On Tuesday, the U.S. Department of Interior released a report on the harms inflicted on Indigenous tribes in the Pacific Northwest by 11 dams on the Columbia and Snake rivers. 

“Since time immemorial, Tribes along the Columbia River and its tributaries have relied on Pacific salmon, steelhead and other native fish species for sustenance and their cultural and spiritual ways of life,” Secretary of the Interior Deb Haaland said in a statement. “Acknowledging the devastating impact of federal hydropower dams on Tribal communities is essential to our efforts to heal and ensure that salmon are restored to their ancestral waters.” 

Many salmon runs are just a fraction of their historical numbers, and 14 species are listed under the Endangered Species Act. 

When the first dams went up in the 1930s, they cut off access to vast areas of salmon spawning habitat. They also created barriers for migrating fish and fundamentally changed how the rivers operate.  

Instead of fast-flowing, cold-water currents, parts of the Columbia and Snake rivers were converted into reservoirs of slack water that warmed easily. 

Salmon play an instrumental role in tribal culture, Wheeler explained. As salmon have declined, parts of that culture have been lost. 
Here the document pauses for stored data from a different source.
fn centres(get: &dyn Fn(Quantity) -> Option<Figure>) -> Vec<Centre> {
    use Quantity as Q;
    [
        (
            Mark::Centroid,
            "C",
            "centroid",
            "",
            Q::CentroidX,
            Q::CentroidY,
        ),
        (
            Mark::ShearCentre,
            "S",
            "shear centre",
            "independent of Poisson's ratio; loads refer to it",
            Q::ShearCentreX,
            Q::ShearCentreY,
        ),
        (
            Mark::FlexureCentre,
            "F",
            "flexure centre",
            "no mean rotation under flexure; depends on Poisson's ratio",
            Q::FlexureCentreX,
            Q::FlexureCentreY,
        ),
    ]
    .into_iter()
    .filter_map(|(mark, letter, name, remark, x, y)| {
        Some(Centre {
            mark,
            letter,
            name,
            remark,
            x: (x, get(x)?),
            y: (y, get(y)?),
        })
    })
    .collect()
}

enum Principal {
    /// The angle of axis 1, degrees.
    Axes(Figure),
    /// Both principal moments are equal.
    Any,
}

fn principal(get: &dyn Fn(Quantity) -> Option<Figure>) -> Option<Principal> {
    let angle = get(Quantity::PrincipalAngle)?;
    let (a, b) = (
        get(Quantity::PrincipalMoment1)?,
        get(Quantity::PrincipalMoment2)?,
    );
    // Equal within rounding: the angle says nothing.
    let equal = (a.value - b.value).abs() <= 1e-9 * a.value.abs() + a.half_width() + b.half_width();
    Some(if equal {
        Principal::Any
    } else {
        Principal::Axes(angle)
    })
}

/// On which sides the dimension lines stand.
#[derive(Clone, Copy)]
struct Turned {
    /// The height is given on the right instead of on the left.
    height_right: bool,
    /// The width is given above instead of below.
    width_above: bool,
}

impl Turned {
    /// Room around the drawing, mm, as left, top, right, bottom.
    fn room(self) -> Rect {
        let pick = |dimension: bool, bare: f64| if dimension { DIMENSION_ROOM } else { bare };
        Rect::new(
            pick(!self.height_right, 8.0),
            // The text stands above the line, away from the outline.
            if self.width_above {
                DIMENSION_ROOM + 3.0
            } else {
                6.0
            },
            pick(self.height_right, 3.0),
            pick(!self.width_above, 5.0),
        )
    }
}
“We as tribal members are on the rivers, in the water, on the mountain sides. Wherever the salmon would generally be, our families would be. A lot of times, that's where our language is spoken and you know the values of our people are instilled in our children to how we interact with the land,” he said. 

As salmon have declined, parts of Indigenous culture have been lost. 

“When the salmon aren't there, then we're not there, and we're unable to teach those things to our children,” he said. 

The damage caused by dams extends beyond salmon, though. 

“We know of 75 village sites that had been occupied seasonally and year-round that are inundated,” Wheeler said. 

The dams also flooded burial grounds and swamped traditional fishing sites, which had been guaranteed to tribes in treaties with the U.S. government dating back to 1855. 

Taken together — with the loss of sacred sites and the decline of salmon — the report noted the dams represent a massive “transfer of wealth” away from the tribes. 

The report had several recommendations for how to begin to set things right. The government should work harder to uphold the rights of the tribes guaranteed in treaties, the report said. It should also incorporate Native perspectives in environmental analysis of future projects. 

It does not, however, explicitly call for the removal of four dams on the Lower Snake River, which tribes and environmental groups have been advocating for years. 

Opponents of breaching the Snake River dams have cited the loss of hydropower and navigation as huge losses of the structures were taken out. 

Wheeler acknowledged those challenges, but said he hopes the report sheds some light on the often-unseen costs of keeping the dams intact. 

“The average person shouldn't have to worry about turning their lights on or charging their phone and having added cost to it,” he said. “But they must understand the truth, though, that when you do those things, you are impacting salmon in a way that is detrimental to a species that is in the on the verge of extinction.”